═══ EXERCISE DATA
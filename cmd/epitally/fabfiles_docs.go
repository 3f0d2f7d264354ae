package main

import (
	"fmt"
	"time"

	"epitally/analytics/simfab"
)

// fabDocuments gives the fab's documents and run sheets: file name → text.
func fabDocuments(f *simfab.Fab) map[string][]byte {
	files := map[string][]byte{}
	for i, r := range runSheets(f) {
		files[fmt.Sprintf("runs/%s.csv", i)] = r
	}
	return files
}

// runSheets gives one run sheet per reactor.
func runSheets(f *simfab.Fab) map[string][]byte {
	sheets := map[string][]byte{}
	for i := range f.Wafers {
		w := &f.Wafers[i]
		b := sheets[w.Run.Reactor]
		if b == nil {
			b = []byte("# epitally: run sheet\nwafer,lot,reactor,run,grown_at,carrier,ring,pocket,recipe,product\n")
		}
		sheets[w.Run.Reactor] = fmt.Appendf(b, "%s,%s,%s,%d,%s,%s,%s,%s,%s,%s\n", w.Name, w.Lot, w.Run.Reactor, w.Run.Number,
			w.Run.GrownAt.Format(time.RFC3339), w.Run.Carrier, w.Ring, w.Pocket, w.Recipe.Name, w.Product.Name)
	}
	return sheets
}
══════
Output all of the data again, exactly.

» **SOLUTION FOR THIS TASK**:
filename cmd/epitally/fabfiles_docs.go
repository 3f0d2f7d264354ae
package main

import (
	"fmt"
	"time"

	"epitally/analytics/simfab"
)

// fabDocuments gives the fab's documents and run sheets: file name → text.
func fabDocuments(f *simfab.Fab) map[string][]byte {
	files := map[string][]byte{}
	for i, r := range runSheets(f) {
		files[fmt.Sprintf("runs/%s.csv", i)] = r
	}
	return files
}

// runSheets gives one run sheet per reactor.
func runSheets(f *simfab.Fab) map[string][]byte {
	sheets := map[string][]byte{}
	for i := range f.Wafers {
		w := &f.Wafers[i]
		b := sheets[w.Run.Reactor]
		if b == nil {
			b = []byte("# epitally: run sheet\nwafer,lot,reactor,run,grown_at,carrier,ring,pocket,recipe,product\n")
		}
		sheets[w.Run.Reactor] = fmt.Appendf(b, "%s,%s,%s,%d,%s,%s,%s,%s,%s,%s\n", w.Name, w.Lot, w.Run.Reactor, w.Run.Number,
			w.Run.GrownAt.Format(time.RFC3339), w.Run.Carrier, w.Ring, w.Pocket, w.Recipe.Name, w.Product.Name)
	}
	return sheets
}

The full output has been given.